In his book Stochastic Differential Equations – An Introduction with Applications, Øksendal gives the following definition of a stochastic process:
A stochastic process is a parametrized colletcion of random variables
$$\{ X_t\}_{t\in T} $$
defined on a probability space $(\Omega, \mathcal{F}, P)$ and assuming values in $\mathbb{R}^n$.
He then notes that it may be useful to think of $t$ as time and each $\omega \in \Omega$ as an individual experiment, such that $X_t(\omega)$ would represent the result at time $t$ of the experiment $\omega$. He also notes that a path of a stochastic process is obtained by the mapping $t \mapsto X_t(\omega)$ for a fixed $\omega \in \Omega$.
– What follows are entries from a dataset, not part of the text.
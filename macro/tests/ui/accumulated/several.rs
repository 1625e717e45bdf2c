#![allow(dead_code, unused_variables)]

use heddle_macros::cover;

#[cover(strenght = 2, lambda = 0, exclude(c == 1))]
fn f(#[levels(1, 1)] a: u8, b: bool, #[levels()] c: u8) {}

fn main() {}
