//! The two text forms of a formula, written and read by one renderer and one grammar:
//!
//! - the human syntax, with factor names and level labels: `codec == rle && !(level != 3)`
//!   ([`Expr::parse`], [`Expr::display`]) — what people type on the command line and read
//!   in reports;
//! - the formula over level indices: `0=2&!(1=0|3=1)` ([`Expr::parse_formula`],
//!   [`Expr::to_formula`]) — what records store, so that a reader rebuilds the exclude
//!   without any label table or Rust parser. Its text is canonical (one text per formula:
//!   no spaces, no redundant parentheses, decimal numbers without leading zeros) and
//!   [`FORMULA_VERSION`] names the syntax, so that a record can say which one it holds.
//!
//! Both read `!` tightest, then `&&`/`&`, then `||`/`|`, binary operators grouping to the
//! left. Both refuse nesting deeper than [`MAX_FORMULA_DEPTH`] with a located error instead
//! of recursing until the stack ends, and both renderers work without recursion.

use std::fmt;

use super::Expr;
use crate::factor::Factor;
use crate::limits::MAX_FORMULA_DEPTH;

/// Version of the formula syntax of [`Expr::to_formula`]: a record that stores formulas
/// stores this beside them; a reader refuses versions it does not know.
pub const FORMULA_VERSION: u32 = 1;

/// A syntax or reference error in a formula, located in the source.
#[derive(Clone, Debug, PartialEq, Eq)]
pub struct ParseError {
    /// Byte offset where the problem starts.
    pub offset: usize,
    /// Length in bytes of the offending text (at least 1 unless at the end).
    pub len: usize,
    /// Column where the problem starts, counted in characters from 1.
    pub column: usize,
    /// What is wrong, lower case.
    pub message: String,
    /// What to do about it.
    pub hint: String,
}
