//! Algebraic constructions: exact designs for the parameter sets where mathematics gives
//! the optimum (or near it), tried before any search.
//!
//! [`best`] gathers every construction that fits the level counts — after dropping
//! columns and collapsing levels where a construction has more of either — together with
//! the index each gives, stacks copies to reach λ as cheaply as possible
//! (a knapsack over the index), and removes rows that the result covers more than needed.

mod binary;
pub mod gf;
pub mod hadamard;
mod orthogonal;
mod stack;
mod transform;

use hadamard::Recipe;
use stack::Offer;

use crate::bounds;
use crate::model::{MAX_LEVELS, MAX_ROWS, Row};
use crate::rng::{Rng, stream};

/// A design produced by a construction.
#[derive(Clone, Debug, PartialEq, Eq)]
pub struct Construction {
    /// The rows, one entry per factor, levels below each factor's count.
    pub rows: Vec<Row>,
    /// Which construction, with its parameters, for reports: e.g. `bose(q=5)`,
    /// `3×rao-hamming(q=3,m=3)` for stacked copies, `a+b` for a stack of two kinds, and a
    /// final `-n` when n redundant rows were removed afterwards.
    pub method: String,
    /// Whether the size is a proven minimum: the counting bound λ·(product of the t
    /// largest level counts), Kleitman–Spencer/Katona (binary, t = 2, λ = 1) or
    /// Johnson–Entringer (binary, k = t + 2, λ = 1).
    pub optimal: bool,
}

/// Most cells (rows × factors) of a construction that is built; larger ones would never
/// beat the greedy anyway.
const MAX_CELLS: usize = 1 << 26;

/// Most columns for the Johnson–Entringer weight class (it lists 2^k vectors).
const MAX_WEIGHT_CLASS_COLUMNS: usize = 24;

/// Most single constructions tried besides the cheapest stack when rows can be removed.
const MAX_ALTERNATIVES: usize = 4;

/// The constructions, each fitted to the spec by dropping columns and collapsing levels.
#[derive(Clone, Debug)]
enum Source {
    /// t = 1: row i shows i mod v in every column.
    Strength1,
    /// All combinations of all factors.
    FullFactorial,
    /// k = t + 1, any levels: see [`orthogonal::zero_sum`].
    ZeroSum,
    /// The zero-sum array of strength s over q symbols, s + 1 columns.
    ZeroSumUniform { q: usize, s: usize },
    /// Bush (Bose for t = 2) over GF(q), with the hyperoval column if `nucleus`, fused
    /// (two rows fewer) if `fuse`.
    Bush {
        q: usize,
        t: usize,
        nucleus: bool,
        fuse: bool,
    },
    /// Rao–Hamming over GF(q) of dimension m.
    RaoHamming { q: usize, m: u32 },
    /// Kleitman–Spencer / Katona.
    KleitmanSpencer,
    /// The strength-2 array of a Hadamard matrix.
    Hadamard(Recipe),
    /// The fold-over of a Hadamard matrix.
    FoldOver(Recipe),
    /// Johnson–Entringer weight class.
    WeightMod3,
    /// Rows already built (and counted), with a name.
    Rows(String, Vec<Row>),
}

impl Source {
    fn name(&self) -> String {
        match self {
            Source::Strength1 => "strength-1".into(),
            Source::FullFactorial => "full-factorial".into(),
            Source::ZeroSum => "zero-sum".into(),
            Source::ZeroSumUniform { q, s } => format!("zero-sum(q={q},strength={s})"),
            Source::Bush { q, t, nucleus, fuse } => {
                let base = if *t == 2 {
                    format!("bose(q={q}")
                } else {
                    format!("bush(q={q},t={t}")
                };
                format!(
                    "{base}{}{})",
                    if *nucleus { ",hyperoval" } else { "" },
                    if *fuse { ",fused" } else { "" }
                )
            }
            Source::RaoHamming { q, m } => format!("rao-hamming(q={q},m={m})"),
            Source::KleitmanSpencer => "kleitman-spencer".into(),
            Source::Hadamard(r) => format!("hadamard(n={},{})", r.order(), r.name()),
            Source::FoldOver(r) => format!("fold-over(n={},{})", r.order(), r.name()),
            Source::WeightMod3 => "weight-mod-3".into(),
            Source::Rows(name, _) => name.clone(),
        }
    }

    /// The rows for these level counts (in the spec's column order).
    fn build(&self, levels: &[usize], t: usize) -> Vec<Row> {
        let k = levels.len();
        match self {
            Source::Strength1 => {
                let vmax = levels.iter().copied().max().unwrap_or(1);
                (0..vmax)
                    .map(|i| levels.iter().map(|&v| (i % v) as u8).collect())
                    .collect()
            }
            Source::FullFactorial => orthogonal::full_factorial(levels),
            Source::ZeroSum => orthogonal::zero_sum(levels),
            Source::ZeroSumUniform { q, s } => {
                transform::collapse(&orthogonal::zero_sum(&vec![*q; s + 1]), levels)
            }
            Source::Bush { q, t, nucleus, fuse } => {
                // only offered for prime powers within the field limit
                let field = gf::Field::new(*q).expect("bush over a supported prime power");
                let cols = orthogonal::bush_columns(&field, *t, *nucleus);
                let rows = orthogonal::linear(&field, &cols[..k]);
                if *fuse {
                    transform::fuse(&rows, *q, levels)
                } else {
                    transform::collapse(&rows, levels)
                }
            }
            Source::RaoHamming { q, m } => {
                let field = gf::Field::new(*q).expect("rao-hamming over a supported prime power");
                let cols = orthogonal::rao_hamming_columns(&field, *m as usize);
                transform::collapse(&orthogonal::linear(&field, &cols[..k]), levels)
            }
            Source::KleitmanSpencer => transform::collapse(&binary::kleitman_spencer(k), levels),
            Source::Hadamard(r) => transform::collapse(&r.build().strength_two(), levels),
            Source::FoldOver(r) => transform::collapse(&r.build().fold_over(), levels),
            Source::WeightMod3 => {
                debug_assert_eq!(k, t + 2);
                transform::collapse(&binary::weight_mod_3(k).1, levels)
            }
            Source::Rows(_, rows) => transform::collapse(rows, levels),
        }
    }
}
This seems to indicate that the outcome space $\Omega$ does not vary with time, and that the set of possible outcomes for each experiment, parametrized by $t$, is not dependent on $t$. However, it is not clear to me how this view would represent such experiments in this context. Take for instance the example of a random walk. At each time $t \in \mathbb{N}^+$ a coin is flipped. If the outcome is $H$, a step is taken vertically upwards, if $T$ a step downwards.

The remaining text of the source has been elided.